───── RECORDS TO USE

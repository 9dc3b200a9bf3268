"""Physical shape models of dips: transits, eclipsing binaries, exocomets, variability, artefacts.

Every model is a pure, vectorised function of a time array [days] returning the relative flux
(1 outside the event). Lengths are in radii of the (primary) star. Physical parameters are
keyword-only scalars, validated once (cheaply) at the boundary: the simulator and the shape fits
call these functions many thousands of times.

Contents
--------
* Occultation of a limb-darkened disk: :func:`occulted_flux_uniform`,
  :func:`occulted_flux_quadratic` (Mandel & Agol 2002).
* :func:`transit_flux`: a planet crossing a quadratically limb-darkened star.
* :func:`eclipsing_binary_flux`: two limb-darkened stars, any radius ratio, third light,
  ellipsoidal and reflection modulation; :func:`ellipsoidal_amplitude` (Morris & Naftilan 1993).
* :func:`comet_flux`: a dust tail with an exponential optical-depth profile crossing the disk.
* Stellar variability: :func:`spot_modulation`, :func:`pulsation`.
* Instrument artefacts: :func:`box_dip`, :func:`step`, :func:`exponential_ramp`,
  :func:`scattered_light_hump`, :func:`cadence_dip`.

Errors
------
Bad parameters raise :class:`features.errors.ParameterError` naming the argument, with one of the
codes ``non_finite_parameter``, ``non_positive_parameter``, ``negative_parameter``,
``orbit_inside_star``, ``eccentricity_out_of_range``, ``impact_parameter_out_of_range``,
``invalid_limb_darkening``, ``third_light_out_of_range``, ``strip_height_out_of_range``,
``depth_out_of_range``, ``amplitude_out_of_range``, ``invalid_cadence_count``,
``parameter_length_mismatch``, ``inclination_out_of_range``. Time arrays are not checked (that
is the segment validator's job).
"""

from __future__ import annotations

import math

import numpy as np
from numpy.typing import ArrayLike, NDArray
from scipy import fft as _fft
from scipy import special as _special

from features.errors import ParameterError
from features.orbits import (
    _finite,
    _non_negative,
    _orbit_size,
    _positive,
    sky_separation,
)

__all__ = [
    "box_dip",
    "cadence_dip",
    "comet_flux",
    "eclipsing_binary_flux",
    "ellipsoidal_amplitude",
    "exponential_ramp",
    "occulted_flux_quadratic",
    "occulted_flux_uniform",
    "pulsation",
    "scattered_light_hump",
    "spot_modulation",
    "step",
    "transit_flux",
]

FloatArray = NDArray[np.float64]

# Half-widths of the bands around the special separations z = k and z = 1 - k of Mandel & Agol
# (2002) Table 1, where the general expressions become 0 * inf or lose digits; inside a band the
# closed form at the special separation is used. Measured against a direct radial integral the
# flux error stays below 2e-8 on both sides of each band edge (tests/features/test_shapes.py).
_TOL_Z_EQ_K = 1e-8
_TOL_Z_EQ_1MK = 1e-11
_TOL_K_HALF = 1e-12

# Bulirsch's cel: stop when the AGM ratio agrees to this (result then good to ~1e-16).
_CEL_TOL = 1e-9
_CEL_MAX_ITER = 40

# Comet profile grid (see comet_flux Notes).
_COMET_MIN_CHORD_CELLS = 128
_COMET_CELLS_PER_TAIL = 8
_COMET_MAX_NODES = 4096
_COMET_THIN_TOL = 1e-5
_COMET_DIRECT_CONV_MAX = 300_000


# --------------------------------------------------------------------------------------------
# Validation helpers
# --------------------------------------------------------------------------------------------


def _limb_darkening(u1: float, u2: float, *, names: tuple[str, str] = ("u1", "u2")) -> None:
    """Check a quadratic law: positive intensity that decreases towards the limb.

    Conditions ``u1 + u2 <= 1``, ``u1 >= 0``, ``u1 + 2 u2 >= 0`` (Kipping 2013, MNRAS 435,
    2152, sec. 2), i.e. ``I(mu) >= 0`` at the limb and ``dI/dmu >= 0`` everywhere.
    """
    a = _finite(names[0], u1)
    b = _finite(names[1], u2)
    if a + b > 1.0 or a < 0.0 or a + 2.0 * b < 0.0:
        raise ParameterError(
            "invalid_limb_darkening",
            f"{names[0]}={a!r}, {names[1]}={b!r} must satisfy {names[0]} + {names[1]} <= 1, "
            f"{names[0]} >= 0 and {names[0]} + 2 {names[1]} >= 0",
        )


def _fraction_below_one(name: str, value: float, code: str) -> float:
    """Return ``value`` in [0, 1), else raise ``code``."""
    v = _finite(name, value)
    if not 0.0 <= v < 1.0:
        raise ParameterError(code, f"{name} must be in [0, 1), got {v!r}")
    return v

──────────

» **TASK DIRECTIONS**
An exact, complete copy of the records is the expected answer.

» **SOLUTION FOR THIS TASK**
repository 9dc3b200a9bf3268
"""Physical shape models of dips: transits, eclipsing binaries, exocomets, variability, artefacts.

Every model is a pure, vectorised function of a time array [days] returning the relative flux
(1 outside the event). Lengths are in radii of the (primary) star. Physical parameters are
keyword-only scalars, validated once (cheaply) at the boundary: the simulator and the shape fits
call these functions many thousands of times.

Contents
--------
* Occultation of a limb-darkened disk: :func:`occulted_flux_uniform`,
  :func:`occulted_flux_quadratic` (Mandel & Agol 2002).
* :func:`transit_flux`: a planet crossing a quadratically limb-darkened star.
* :func:`eclipsing_binary_flux`: two limb-darkened stars, any radius ratio, third light,
  ellipsoidal and reflection modulation; :func:`ellipsoidal_amplitude` (Morris & Naftilan 1993).
* :func:`comet_flux`: a dust tail with an exponential optical-depth profile crossing the disk.
* Stellar variability: :func:`spot_modulation`, :func:`pulsation`.
* Instrument artefacts: :func:`box_dip`, :func:`step`, :func:`exponential_ramp`,
  :func:`scattered_light_hump`, :func:`cadence_dip`.

Errors
------
Bad parameters raise :class:`features.errors.ParameterError` naming the argument, with one of the
codes ``non_finite_parameter``, ``non_positive_parameter``, ``negative_parameter``,
``orbit_inside_star``, ``eccentricity_out_of_range``, ``impact_parameter_out_of_range``,
``invalid_limb_darkening``, ``third_light_out_of_range``, ``strip_height_out_of_range``,
``depth_out_of_range``, ``amplitude_out_of_range``, ``invalid_cadence_count``,
``parameter_length_mismatch``, ``inclination_out_of_range``. Time arrays are not checked (that
is the segment validator's job).
"""

from __future__ import annotations

import math

import numpy as np
from numpy.typing import ArrayLike, NDArray
from scipy import fft as _fft
from scipy import special as _special

from features.errors import ParameterError
from features.orbits import (
    _finite,
    _non_negative,
    _orbit_size,
    _positive,
    sky_separation,
)

__all__ = [
    "box_dip",
    "cadence_dip",
    "comet_flux",
    "eclipsing_binary_flux",
    "ellipsoidal_amplitude",
    "exponential_ramp",
    "occulted_flux_quadratic",
    "occulted_flux_uniform",
    "pulsation",
    "scattered_light_hump",
    "spot_modulation",
    "step",
    "transit_flux",
]

FloatArray = NDArray[np.float64]

# Half-widths of the bands around the special separations z = k and z = 1 - k of Mandel & Agol
# (2002) Table 1, where the general expressions become 0 * inf or lose digits; inside a band the
# closed form at the special separation is used. Measured against a direct radial integral the
# flux error stays below 2e-8 on both sides of each band edge (tests/features/test_shapes.py).
_TOL_Z_EQ_K = 1e-8
_TOL_Z_EQ_1MK = 1e-11
_TOL_K_HALF = 1e-12

# Bulirsch's cel: stop when the AGM ratio agrees to this (result then good to ~1e-16).
_CEL_TOL = 1e-9
_CEL_MAX_ITER = 40

# Comet profile grid (see comet_flux Notes).
_COMET_MIN_CHORD_CELLS = 128
_COMET_CELLS_PER_TAIL = 8
_COMET_MAX_NODES = 4096
_COMET_THIN_TOL = 1e-5
_COMET_DIRECT_CONV_MAX = 300_000


# --------------------------------------------------------------------------------------------
# Validation helpers
# --------------------------------------------------------------------------------------------


def _limb_darkening(u1: float, u2: float, *, names: tuple[str, str] = ("u1", "u2")) -> None:
    """Check a quadratic law: positive intensity that decreases towards the limb.

    Conditions ``u1 + u2 <= 1``, ``u1 >= 0``, ``u1 + 2 u2 >= 0`` (Kipping 2013, MNRAS 435,
    2152, sec. 2), i.e. ``I(mu) >= 0`` at the limb and ``dI/dmu >= 0`` everywhere.
    """
    a = _finite(names[0], u1)
    b = _finite(names[1], u2)
    if a + b > 1.0 or a < 0.0 or a + 2.0 * b < 0.0:
        raise ParameterError(
            "invalid_limb_darkening",
            f"{names[0]}={a!r}, {names[1]}={b!r} must satisfy {names[0]} + {names[1]} <= 1, "
            f"{names[0]} >= 0 and {names[0]} + 2 {names[1]} >= 0",
        )


def _fraction_below_one(name: str, value: float, code: str) -> float:
    """Return ``value`` in [0, 1), else raise ``code``."""
    v = _finite(name, value)
    if not 0.0 <= v < 1.0:
        raise ParameterError(code, f"{name} must be in [0, 1), got {v!r}")
    return v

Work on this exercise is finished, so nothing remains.